(PROBLEM TO WORK ON) A word-for-word repetition of all the entries is needed.

(EXCERPTED DATA)
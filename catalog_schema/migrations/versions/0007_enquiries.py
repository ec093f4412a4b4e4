# SPDX-License-Identifier: MIT
"""Enquiries: what kit asked each supplier, so a reply can be matched back line by line.

Two new tables; no row of an older revision changes.

Revision ID: 0007
Revises: 0006
"""

import sqlalchemy as sa
from alembic import op

revision = "0007"
down_revision = "0006"
branch_labels = None
depends_on = None


def upgrade() -> None:
    op.create_table(
        "enquiries",
        sa.Column("id", sa.String(), nullable=False),
        sa.Column("supplier", sa.String(), nullable=True),
        sa.Column("written_on", sa.Date(), nullable=False),
        sa.Column("reply_by", sa.Date(), nullable=False),
        sa.PrimaryKeyConstraint("id", name="pk_enquiries"),
    )
    op.create_table(
        "enquiry_lines",
        sa.Column("enquiry_id", sa.String(), nullable=False),
        sa.Column("line", sa.Integer(), nullable=False),
        sa.Column("ref", sa.String(), nullable=False),
        sa.Column("part_key", sa.String(), nullable=False),
        sa.Column("designation", sa.String(), nullable=False),
        sa.Column("quantity", sa.Float(), nullable=False),
        sa.Column("uom", sa.String(), nullable=False),
        sa.PrimaryKeyConstraint("enquiry_id", "line", name="pk_enquiry_lines"),
        sa.ForeignKeyConstraint(["enquiry_id"], ["enquiries.id"], name="fk_enquiry_lines_enquiry_id_enquiries", ondelete="CASCADE"),
        sa.UniqueConstraint("ref", name="uq_enquiry_lines_ref"),
        sa.CheckConstraint("quantity > 0", name=op.f("ck_enquiry_lines_quantity")),
    )


def downgrade() -> None:
    op.drop_table("enquiry_lines")
    op.drop_table("enquiries")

(REPLY TO THE EXERCISE)
filename catalog_schema/migrations/versions/0007_enquiries.py
repository ec093f4412a4b4e4
# SPDX-License-Identifier: MIT
"""Enquiries: what kit asked each supplier, so a reply can be matched back line by line.

Two new tables; no row of an older revision changes.

Revision ID: 0007
Revises: 0006
"""

import sqlalchemy as sa
from alembic import op

revision = "0007"
down_revision = "0006"
branch_labels = None
depends_on = None


def upgrade() -> None:
    op.create_table(
        "enquiries",
        sa.Column("id", sa.String(), nullable=False),
        sa.Column("supplier", sa.String(), nullable=True),
        sa.Column("written_on", sa.Date(), nullable=False),
        sa.Column("reply_by", sa.Date(), nullable=False),
        sa.PrimaryKeyConstraint("id", name="pk_enquiries"),
    )
    op.create_table(
        "enquiry_lines",
        sa.Column("enquiry_id", sa.String(), nullable=False),
        sa.Column("line", sa.Integer(), nullable=False),
        sa.Column("ref", sa.String(), nullable=False),
        sa.Column("part_key", sa.String(), nullable=False),
        sa.Column("designation", sa.String(), nullable=False),
        sa.Column("quantity", sa.Float(), nullable=False),
        sa.Column("uom", sa.String(), nullable=False),
        sa.PrimaryKeyConstraint("enquiry_id", "line", name="pk_enquiry_lines"),
        sa.ForeignKeyConstraint(["enquiry_id"], ["enquiries.id"], name="fk_enquiry_lines_enquiry_id_enquiries", ondelete="CASCADE"),
        sa.UniqueConstraint("ref", name="uq_enquiry_lines_ref"),
        sa.CheckConstraint("quantity > 0", name=op.f("ck_enquiry_lines_quantity")),
    )


def downgrade() -> None:
    op.drop_table("enquiry_lines")
    op.drop_table("enquiries")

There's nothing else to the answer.